§ **EXERCISE GOAL**: Count how many lines hold "service" in the records, and respond with that number by itself.
:: DATA FOR PROCESSING ::
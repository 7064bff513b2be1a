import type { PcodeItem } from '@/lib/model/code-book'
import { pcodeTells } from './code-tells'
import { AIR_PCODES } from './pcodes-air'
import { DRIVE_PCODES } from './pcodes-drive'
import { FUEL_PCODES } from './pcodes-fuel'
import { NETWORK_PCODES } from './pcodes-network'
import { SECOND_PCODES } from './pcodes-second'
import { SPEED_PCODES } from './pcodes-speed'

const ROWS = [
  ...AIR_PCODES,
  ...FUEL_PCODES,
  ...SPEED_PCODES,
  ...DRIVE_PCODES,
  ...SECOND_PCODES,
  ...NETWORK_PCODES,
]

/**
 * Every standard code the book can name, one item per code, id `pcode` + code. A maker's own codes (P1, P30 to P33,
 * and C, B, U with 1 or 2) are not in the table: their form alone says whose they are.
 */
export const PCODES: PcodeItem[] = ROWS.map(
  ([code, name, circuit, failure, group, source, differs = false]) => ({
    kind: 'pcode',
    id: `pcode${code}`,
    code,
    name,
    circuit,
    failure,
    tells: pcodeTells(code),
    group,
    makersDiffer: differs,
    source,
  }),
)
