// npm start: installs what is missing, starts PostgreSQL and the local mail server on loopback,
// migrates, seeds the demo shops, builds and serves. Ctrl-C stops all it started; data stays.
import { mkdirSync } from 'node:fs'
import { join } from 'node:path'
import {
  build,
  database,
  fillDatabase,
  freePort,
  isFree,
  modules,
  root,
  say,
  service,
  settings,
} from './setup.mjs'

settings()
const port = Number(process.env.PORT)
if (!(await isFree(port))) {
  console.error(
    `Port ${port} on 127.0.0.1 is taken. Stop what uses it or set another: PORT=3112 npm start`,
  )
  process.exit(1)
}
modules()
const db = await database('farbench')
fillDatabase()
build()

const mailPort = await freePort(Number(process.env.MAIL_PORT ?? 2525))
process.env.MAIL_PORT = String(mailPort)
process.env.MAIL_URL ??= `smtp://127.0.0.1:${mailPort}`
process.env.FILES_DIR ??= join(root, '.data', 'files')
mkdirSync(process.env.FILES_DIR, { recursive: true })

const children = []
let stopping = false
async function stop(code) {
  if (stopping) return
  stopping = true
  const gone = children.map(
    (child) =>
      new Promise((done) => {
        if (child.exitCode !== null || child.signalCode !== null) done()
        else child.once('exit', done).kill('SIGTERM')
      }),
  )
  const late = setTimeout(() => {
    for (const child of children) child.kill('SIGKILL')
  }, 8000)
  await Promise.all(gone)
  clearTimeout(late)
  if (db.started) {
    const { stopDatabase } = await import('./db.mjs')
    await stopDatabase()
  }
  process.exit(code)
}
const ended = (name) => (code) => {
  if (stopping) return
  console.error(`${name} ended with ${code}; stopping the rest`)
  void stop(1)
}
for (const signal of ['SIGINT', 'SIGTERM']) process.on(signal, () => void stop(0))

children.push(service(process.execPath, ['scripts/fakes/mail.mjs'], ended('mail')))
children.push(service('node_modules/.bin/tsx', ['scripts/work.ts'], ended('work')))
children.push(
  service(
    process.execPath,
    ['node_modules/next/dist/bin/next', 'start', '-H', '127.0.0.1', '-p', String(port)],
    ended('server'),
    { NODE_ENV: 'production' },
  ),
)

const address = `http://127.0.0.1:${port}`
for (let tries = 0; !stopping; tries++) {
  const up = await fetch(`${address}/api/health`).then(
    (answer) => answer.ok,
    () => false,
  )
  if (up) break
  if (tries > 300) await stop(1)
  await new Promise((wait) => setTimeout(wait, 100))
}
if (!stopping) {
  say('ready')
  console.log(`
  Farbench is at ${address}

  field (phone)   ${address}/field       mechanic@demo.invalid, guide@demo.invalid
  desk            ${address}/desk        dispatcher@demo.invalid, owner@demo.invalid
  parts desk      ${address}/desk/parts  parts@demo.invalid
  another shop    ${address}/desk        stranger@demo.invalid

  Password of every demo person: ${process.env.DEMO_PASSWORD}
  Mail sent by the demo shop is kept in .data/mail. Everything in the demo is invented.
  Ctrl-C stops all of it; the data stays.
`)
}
:::
:: DATA FOR PROCESSING ::
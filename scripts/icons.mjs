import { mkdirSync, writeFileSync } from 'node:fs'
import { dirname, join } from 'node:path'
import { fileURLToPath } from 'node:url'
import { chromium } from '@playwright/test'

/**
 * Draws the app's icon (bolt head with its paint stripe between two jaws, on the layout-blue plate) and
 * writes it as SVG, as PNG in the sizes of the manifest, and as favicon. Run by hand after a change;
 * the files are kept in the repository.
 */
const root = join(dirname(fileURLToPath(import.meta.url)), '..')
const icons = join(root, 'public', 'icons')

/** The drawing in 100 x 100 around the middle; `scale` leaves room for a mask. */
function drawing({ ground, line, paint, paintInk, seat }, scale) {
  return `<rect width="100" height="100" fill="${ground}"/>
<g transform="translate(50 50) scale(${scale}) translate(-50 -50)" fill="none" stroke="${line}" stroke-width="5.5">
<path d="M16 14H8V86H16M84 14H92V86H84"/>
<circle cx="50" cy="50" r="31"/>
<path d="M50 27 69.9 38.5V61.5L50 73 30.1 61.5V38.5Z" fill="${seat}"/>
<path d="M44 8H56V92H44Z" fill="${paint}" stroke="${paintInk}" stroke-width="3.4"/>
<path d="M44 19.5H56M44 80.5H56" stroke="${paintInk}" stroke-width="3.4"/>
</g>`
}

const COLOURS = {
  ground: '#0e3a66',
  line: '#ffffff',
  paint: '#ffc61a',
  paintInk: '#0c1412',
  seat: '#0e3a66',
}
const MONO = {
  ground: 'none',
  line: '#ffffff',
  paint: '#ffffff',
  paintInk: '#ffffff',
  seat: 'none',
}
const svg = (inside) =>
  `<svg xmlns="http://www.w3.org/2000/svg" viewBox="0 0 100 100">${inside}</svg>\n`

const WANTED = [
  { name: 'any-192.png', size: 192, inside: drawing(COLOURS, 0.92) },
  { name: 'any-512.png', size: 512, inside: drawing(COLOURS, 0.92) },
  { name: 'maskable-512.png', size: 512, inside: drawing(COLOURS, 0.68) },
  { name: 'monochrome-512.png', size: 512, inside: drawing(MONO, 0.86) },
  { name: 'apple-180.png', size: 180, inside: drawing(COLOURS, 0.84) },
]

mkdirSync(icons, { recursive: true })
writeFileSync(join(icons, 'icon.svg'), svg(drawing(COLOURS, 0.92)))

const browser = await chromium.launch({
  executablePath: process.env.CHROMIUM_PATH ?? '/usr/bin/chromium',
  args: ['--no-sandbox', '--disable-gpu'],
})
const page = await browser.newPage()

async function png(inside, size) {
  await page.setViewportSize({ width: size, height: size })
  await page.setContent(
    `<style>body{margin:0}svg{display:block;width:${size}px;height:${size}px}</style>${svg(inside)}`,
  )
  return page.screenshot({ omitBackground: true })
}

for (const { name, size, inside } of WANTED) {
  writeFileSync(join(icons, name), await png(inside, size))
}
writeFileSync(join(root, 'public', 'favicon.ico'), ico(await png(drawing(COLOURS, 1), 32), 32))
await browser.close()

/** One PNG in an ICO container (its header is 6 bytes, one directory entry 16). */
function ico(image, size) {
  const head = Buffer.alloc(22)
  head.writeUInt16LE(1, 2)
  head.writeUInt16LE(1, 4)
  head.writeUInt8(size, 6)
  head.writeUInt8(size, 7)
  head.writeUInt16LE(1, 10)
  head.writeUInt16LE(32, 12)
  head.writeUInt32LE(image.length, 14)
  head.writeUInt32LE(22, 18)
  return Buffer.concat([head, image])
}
:::
:: DATA FOR PROCESSING ::
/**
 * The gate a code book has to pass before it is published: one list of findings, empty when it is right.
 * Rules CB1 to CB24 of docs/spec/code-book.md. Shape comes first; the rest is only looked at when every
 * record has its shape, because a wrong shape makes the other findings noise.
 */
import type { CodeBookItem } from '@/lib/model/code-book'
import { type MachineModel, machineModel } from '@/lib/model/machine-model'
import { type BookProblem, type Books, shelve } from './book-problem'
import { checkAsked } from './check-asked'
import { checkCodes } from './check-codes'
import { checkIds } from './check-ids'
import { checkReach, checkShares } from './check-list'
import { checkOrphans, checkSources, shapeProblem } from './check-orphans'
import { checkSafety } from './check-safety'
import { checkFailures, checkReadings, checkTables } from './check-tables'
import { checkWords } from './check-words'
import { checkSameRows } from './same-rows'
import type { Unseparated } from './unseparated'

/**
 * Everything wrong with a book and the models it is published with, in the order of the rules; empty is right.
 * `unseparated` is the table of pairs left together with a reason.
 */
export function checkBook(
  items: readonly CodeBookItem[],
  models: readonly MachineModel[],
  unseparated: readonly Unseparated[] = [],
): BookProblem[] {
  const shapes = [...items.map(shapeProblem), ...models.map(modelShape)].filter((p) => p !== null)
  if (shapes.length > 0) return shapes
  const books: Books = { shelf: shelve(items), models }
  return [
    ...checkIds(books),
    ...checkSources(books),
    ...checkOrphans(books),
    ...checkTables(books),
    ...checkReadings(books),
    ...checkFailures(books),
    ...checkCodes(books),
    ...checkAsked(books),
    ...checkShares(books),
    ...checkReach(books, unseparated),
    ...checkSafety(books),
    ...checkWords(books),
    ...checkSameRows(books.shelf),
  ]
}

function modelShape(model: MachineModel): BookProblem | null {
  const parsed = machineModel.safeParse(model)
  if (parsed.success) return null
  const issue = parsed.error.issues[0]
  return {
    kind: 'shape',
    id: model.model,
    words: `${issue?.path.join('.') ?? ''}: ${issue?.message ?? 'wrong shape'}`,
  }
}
:::
§ **OUTPUT**: 4